An interesting extension would be the usage of the Andrew File System which is a distributed filesystem product. It was originally developed at Carnegie Mellon University and at IBM Pittsburgh Labs. It offers a client-server architecture for file sharing, providing location independence, scalability and transparent migration capabilities for data.

Also there is an open source implementation OpenAFS available which can be used to transparently integrate with the unix/linux. The benefits of AFS are data replication, fine graned access control to user owned directories through access lists, caching, sharing of files, callbacks and many more.

A quick and dirty integration with OpenACS would be to switch to the file system mode of the file storage package and to replace the numeric folder numbers in the content-repository-content-files of the OpenACS installation with the unique userid's used in the external authentication which are linked to the corresponding afs folders.

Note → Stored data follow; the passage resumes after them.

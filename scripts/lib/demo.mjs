const TEAMS = { "Tidewater Acoustics": "tidewater.example", "Lantern Audio Works": "lantern.example" };
const PEOPLE = ["owner", "designer", "reviewer", "librarian", "buyer", "viewer"];
const PASSWORD = "evenswing-demo";

/** Who can sign in to the demo, and how. */
export function describeDemo() {
  const teams = Object.entries(TEAMS).map(
    ([team, domain]) => `  ${team}\n${PEOPLE.map((person) => `    ${person}@${domain}`).join("\n")}`,
  );
  return `\nSign in with the password ${PASSWORD} as any of\n${teams.join("\n")}\n`;
}
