import { installMissing } from "./apt.mjs";
import { migrate, seed } from "./data.mjs";
import { readEnvFile } from "./environment.mjs";
import { isEnding, runScript } from "./lifetime.mjs";
import { installPackages } from "./npm.mjs";
import { takeFolder } from "./one-at-a-time.mjs";
import { fillOnce, openDatabase } from "./own-database.mjs";
import { dataFolder, packaged, root } from "./paths.mjs";
import { freePortFrom, readPort } from "./ports.mjs";
import { launch } from "./programs.mjs";
import { numberedSteps } from "./steps.mjs";

const DEFAULT_PORT = 8080;
const FIRST_API_PORT = 8181;

/** Runs the product from its sources: server and interface follow every change of a file. */
export async function developProduct() {
  await runScript(develop, { interrupted: 0 });
}

async function develop() {
  readEnvFile();
  const wished = readPort(process.env.PORT, DEFAULT_PORT);
  const folder = await takeFolder("npm run dev");
  const step = numberedSteps(5);

  await step("Debian packages", async (say) => {
    const installed = process.env.DATABASE_URL ? [] : await installMissing(["mariadbd"]);
    say(installed.length > 0 ? `installed ${installed.join(" ")}` : "nothing missing");
  });
  await step("Node packages", async (say) => {
    say((await installPackages(root)) ? "installed from package-lock.json" : "as in package-lock.json");
  });
  const database = await step("Database", async (say) => {
    const opened = await openDatabase({ fresh: false });
    say(opened.words);
    return opened;
  });
  const env = { DEMO_MODE: "1", ...process.env, NODE_ENV: "development", DATABASE_URL: database.url };
  await step("Tables", async (say) => {
    await migrate(env, "source");
    say("up to date");
  });
  await step(env.DEMO_MODE === "1" ? "Catalog and demo story" : "Catalog", async (say) => {
    say((await fillOnce(database, env, () => seed(env))) ? "loaded" : "there already");
  });

  const apiPort = await freePortFrom(FIRST_API_PORT);
  const port = await freePortFrom(wished);
  const address = `http://127.0.0.1:${port}`;
  const keptIn = `--kept-in=${dataFolder}`;
  const server = launch(process.execPath, [packaged("tsx/dist/cli.mjs"), "watch", "api/main.ts", keptIn], {
    cwd: root,
    // The browser talks to the interface's server, which passes requests on.
    env: { PUBLIC_ORIGIN: address, ...env, PORT: String(apiPort) },
    output: prefixed("api"),
  });
  const viteArgs = ["--host", "127.0.0.1", "--port", String(port), "--strictPort", "--clearScreen", "false"];
  const interfaceServer = launch(process.execPath, [packaged("vite/bin/vite.js"), ...viteArgs], {
    cwd: root,
    env: { ...process.env, EVENSWING_API_PORT: String(apiPort) },
    output: prefixed("web"),
  });
  folder.answersAt(address);
  console.log(`\nOpen ${address}; the API is at http://127.0.0.1:${apiPort}. Ctrl-C stops both.\n`);

  const programs = {
    "The server": server,
    "The interface": interfaceServer,
    "The database": database.server,
  };
  const title = await Promise.race(
    Object.entries(programs).flatMap(([name, program]) => (program ? [program.exited.then(() => name)] : [])),
  );
  if (!isEnding()) console.error(`${title} ended by itself.`);
  return 1;
}

/** @param {string} name */
function prefixed(name) {
  return (/** @type {string} */ line) => console.log(`${name} | ${line}`);
}
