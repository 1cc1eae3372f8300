// This file is read before any other, by whatever Node.js is there: it keeps to syntax that old ones know.

const LEAST = [20, 19];

/** Ends the process with a sentence where Node.js is too old, or the system isn't Linux. */
export function requireNode() {
  const [major, minor] = process.versions.node.split(".").map(Number);
  if (major < LEAST[0] || (major === LEAST[0] && minor < LEAST[1])) {
    console.error(`Evenswing needs Node.js ${LEAST.join(".")} or newer; this is ${process.versions.node}.`);
    process.exit(1);
  }
  if (process.platform !== "linux") {
    console.error(
      "These scripts run on Linux (Debian 12 is what they are tried on); this is another system.",
    );
    process.exit(1);
  }
}
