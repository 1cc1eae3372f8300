/** Something a person has to know or do: its message is shown as it stands, without a stack. */
export class Trouble extends Error {
  /**
   * @param {string} sentence what happened and what to do
   * @param {string[]} [lines] the last lines of the program that failed
   */
  constructor(sentence, lines = []) {
    super([sentence, ...lines.map((line) => `    ${line}`)].join("\n"));
    this.name = "Trouble";
  }
}

/** What the system's error codes mean for somebody who only wants to start the product. */
const MEANINGS = new Map([
  ["EACCES", "this user has no right to it"],
  ["EPERM", "this user has no right to it"],
  ["EROFS", "the disk can only be read"],
  ["ENOSPC", "the disk is full"],
]);

/**
 * What to show a person: a sentence where there is one, everything that is known otherwise.
 *
 * @param {unknown} error
 */
export function describeError(error) {
  if (!(error instanceof Error)) return String(error);
  if (error instanceof Trouble) return error.message;
  const { code, path } = /** @type {NodeJS.ErrnoException} */ (error);
  const meaning = MEANINGS.get(code ?? "");
  return meaning && path ? `${path} could not be used: ${meaning}.` : (error.stack ?? error.message);
}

But: A policy is needed how to synchronize the files with OpenACS if users remove files directly (for instance: read only if created by OpenACS) using an afs client like telnet/SSH/FTP... Also it has to be decided what happens to community files. Either OpenACS manages them as it is done now without integrating them with afs or the files are owned by the user who provided the file or for each community a virtual user is needed in afs.

At present each file stored in the file system gets a unique number without extension. If afs access is limited to OpenACS only this makes no problems at all. But I think the files should at least maintain their extension otherwise it is for a normal user impossible to figure out the file format.

Greetings,
Nima

Well, maybe this is too far off, but would it be possible to write a generic interface to file storage that would allow us to plug in various other file systems.

I'm thinking about rudimentary support for SMB, various file-sharing (P2P) networks.

Especially in the P2P area you could issue a search for a file, extend it to foreign sites and get a list of files you would like to download. Once the download is completed you get a notification that the file has arrived in the folder of your choice.

Talking about notifications. It seems that we do not have notifications on file-storage enabled. I've seen it working with AIESEC. If this is a wanted feature, Azri might squeeze this in before the feature freeze.